Sage Math Cloud - sdenton4
http://sagemath.blogspot.com/2014/08/what-is-sagemathcloud-lets-clear-some.html
======
lutusp
Since I got involved with Sage years ago, I've always liked William Stein's
candid way of describing the project's activities. If the project failed to
meet a stated objective, Stein would say, "We failed". No public-relations
rhetoric, no glossing over, just the facts.

The basic issue for Sage is that it's gotten too large and complex, and too
Linux-platform-dependent, to be a simple install on the majority of student
machines. And with each new release, it's become larger and less accessible to
many end users, most of whom run Windows on a limited-capacity PC.

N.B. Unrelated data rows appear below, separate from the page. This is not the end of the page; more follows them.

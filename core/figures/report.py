"""A multi-page report of a whole run (PDF through matplotlib's PdfPages; an HTML variant).

Sections, one page (or more) each: the run and the verdicts table; energy conservation; kinetic
temperature; the velocity spectrum behind the time-step check; the coordinate against time and its
phase portrait; time correlations (autocorrelation and blocking); sampling (free-energy profile of
the coordinate, whole run against each half); barrier crossings (summary table, dwell times).
Each figure has a caption saying what was computed with which settings, and every page carries the
reminder that these diagnostics are heuristics (:data:`phasewake.core.analyses.verdicts.HEURISTIC_NOTE`).

An analysis that cannot run on the data (no velocities, too short, no transitions, module not
present) gives a page that says so and why, never an invented figure.

Building a report is long work: :func:`build_report` is a generator that yields
:class:`~phasewake.core.progress.Progress` and returns a :class:`ReportResult`.
"""

from __future__ import annotations

import base64
import dataclasses
import html
import importlib
import io
import textwrap
from collections.abc import Callable, Generator, Mapping, Sequence
from dataclasses import dataclass, field
from pathlib import Path
from typing import TYPE_CHECKING, Any

import numpy as np

from phasewake.core import __version__
from phasewake.core.analyses.verdicts import HEURISTIC_NOTE
from phasewake.core.errors import PhasewakeError
from phasewake.core.figures.export import (
    Preset,
    check_writable,
    draw_into,
    figure_png_bytes,
    file_metadata,
    preset_rc,
    provenance_json,
    provenance_of_run,
)
from phasewake.core.figures.spec import LEVEL_STYLE, FigureSpec, PlotSpec
from phasewake.core.progress import Progress, Work
from phasewake.core.store.atomic import write_bytes, write_text
from phasewake.core.store.cache import ResultCache
from phasewake.core.store.cached import cached_audit, cached_coordinates, cached_pca

if TYPE_CHECKING:
    from matplotlib.figure import Figure

    from phasewake.core.model.run import Run

# A4 landscape: a printed handout and a projected page both read well at this size.
PAGE_CM = (29.7, 21.0)
CM_PER_INCH = 2.54
_BODY = Preset("report", 27.0, 12.5, 10.0, 9.0, 11.0, 1.0, fixed_height=True,
               description="A4 landscape report page body")
_CAPTION_CHARS = 135  # characters per caption line at 9.5 pt across the page width (0.6 em each)
_TEXT_CHARS = 140  # the same for 9 pt text above a table

SECTION_ORDER = ("summary", "energy", "temperature", "timestep", "coordinate", "phase", "correlation", "sampling",
                 "crossings")
SECTION_TITLES = {
    "summary": "Run and verdicts",
    "energy": "Energy conservation",
    "temperature": "Kinetic temperature",
    "timestep": "Time step and fastest motion",
    "coordinate": "Coordinate and phase portrait",
    "phase": "Phase-space density and principal components",
    "correlation": "Time correlations",
    "sampling": "Sampling",
    "crossings": "Barrier crossings",
}


@dataclass(frozen=True)
class ReportPage:
    """One page of the report: a section's figure or table, or the reason it is missing."""

    section: str
    title: str
    figure: FigureSpec | None = None
    table: tuple[tuple[str, ...], ...] = ()  # rows of text cells (first row: header)
    table_levels: tuple[str, ...] = ()  # verdict level of each data row (for the level marker)
    text: str = ""  # free text above the figure or table (summary, or why a section is missing)
    caption: str = ""


@dataclass(frozen=True)
class ReportResult:
    """What was written, which sections have content and which were skipped (with the reason)."""

    path: Path
    html_path: Path | None
    n_pages: int
    sections: tuple[str, ...]  # section of each page, in order
    skipped: tuple[tuple[str, str], ...]  # (section, reason)
    verdict_levels: tuple[str, ...]
    settings: dict[str, Any] = field(default_factory=dict)
    figures: tuple[FigureSpec, ...] = ()  # every figure drawn in the report (to export one on its own)
    verdicts: tuple[Any, ...] = ()  # phasewake.core.analyses.verdicts.Verdict of the audit and crossings
    audit: Any = None  # the AuditResult, when the audit ran


# --------------------------------------------------------------------------------------------------
# collecting the analyses


def _optional(module: str) -> Any:
    """Import an analysis module, or None when this build does not have it."""
    try:
        return importlib.import_module(module)
    except ModuleNotFoundError as exc:
        if exc.name != module:
            raise
        return None


def _sub(work: Generator[Progress, None, Any], base: float, total: float, label: str) \
        -> Generator[Progress, None, Any]:
    """Run a sub-generator, rescaling its progress into [base, base + 1) of ``total`` steps."""
    try:
        while True:
            p = next(work)
            frac = p.fraction or 0.0
            yield Progress(base + min(frac, 0.999), total, f"{label}: {p.message}" if p.message else label)
    except StopIteration as stop:
        return stop.value
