"""The main window: Runs list (left), panels (centre), time ruler (under the panels), status area.

All analysis runs in worker threads (``workers.JobRunner``). Opening reads headers only; the Energy
panel is computed first (it needs only the energy table) and the other panels follow in the
background. Errors of any job appear as a message; the window stays usable.
"""

from __future__ import annotations

import threading
from collections.abc import Callable, Sequence
from pathlib import Path
from typing import Any

from PySide6 import QtCore, QtGui, QtWidgets

from phasewake.app.window import analyses
from phasewake.app.window import session as session_io
from phasewake.app.window.analyses import (
    EXTRA_JOBS,
    FIRST_JOB,
    PANEL_JOBS,
    PANELS,
    AnalysisContext,
    PanelResult,
    shared_frames_job,
)
from phasewake.app.window.model import RunEntry, RunSettings, WindowModel, apply_settings
from phasewake.app.window.panels import PANEL_CLASSES, Panel
from phasewake.app.window.ruler import TimeRuler
from phasewake.app.window.runs import RunsList
from phasewake.app.window.workers import JobOutcome, JobRunner
from phasewake.core.model.run import Run
from phasewake.core.progress import Progress

Opener = Callable[[Sequence[str], str | None, RunSettings], Run]

# Choices that change what an analysis computes (others, like the trail length, only redraw).
RECOMPUTE_CHOICES: dict[str, tuple[str, ...]] = {
    "landscape_marks": ("Crossings", "Landscape"),
    "coordinate2": ("Phase space",),
}
# Each kind of file dialog starts in the folder last used for that kind: opening runs never starts in
# the folder figures were last exported to.
FOLDER_KEYS = {"runs": "last_run_folder", "export": "last_export_folder", "session": "last_session_folder"}
# matplotlib is not thread-safe (its font caches broke a PDF report written while a figure was being
# exported: "bytes must be in range(0, 256)"): exports run in the background, one after another
EXPORT_LOCK = threading.Lock()
PROBLEM_SHOWN_MS = 15_000
RUNS_WIDTH = 230  # the Runs column's width at start; narrower windows narrow it (see resizeEvent)
NARROW_PX = 1200  # below this width the Runs column takes the least room it can (F9 hides it)  # a problem stays in the status line this long (its box stays until closed)
from phasewake.app.window.guide_text import GUIDE_TEXT  # noqa: E402,F401 - kept for callers of the old name


def default_opener(paths: Sequence[str], topology: str | None, settings: RunSettings) -> Run:
    """Open a run through the reader registry, keeping library chatter off stdout."""
    from phasewake.app.common import quiet_stdout
    from phasewake.core.readers import open_run

    with quiet_stdout():
        return open_run(list(paths), topology=topology, **settings.overrides())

Early on, someone created an installation package that ran Sage in a drop-in
virtual machine that ran under Windows, but that approach quickly unraveled as
Sage became larger and too much of a burden for a small system. This means
that, at present, unless a person is willing to dual-boot Linux or run Linux
alone, they can't run Sage locally.

Sage on a server has problems of its own -- which server, where, at what cost?
But on the positive side, even when running on a single system, Sage behaves
like a server-side application, so little needs to be changed for this
strategy.

I hope this turns out to make Sage more popular and accessible -- IMHO it's a
great mathematical tool, and the project's open-source philosophy only
increases my respect.

My Sage tutorial: [http://arachnoid.com/sage](http://arachnoid.com/sage)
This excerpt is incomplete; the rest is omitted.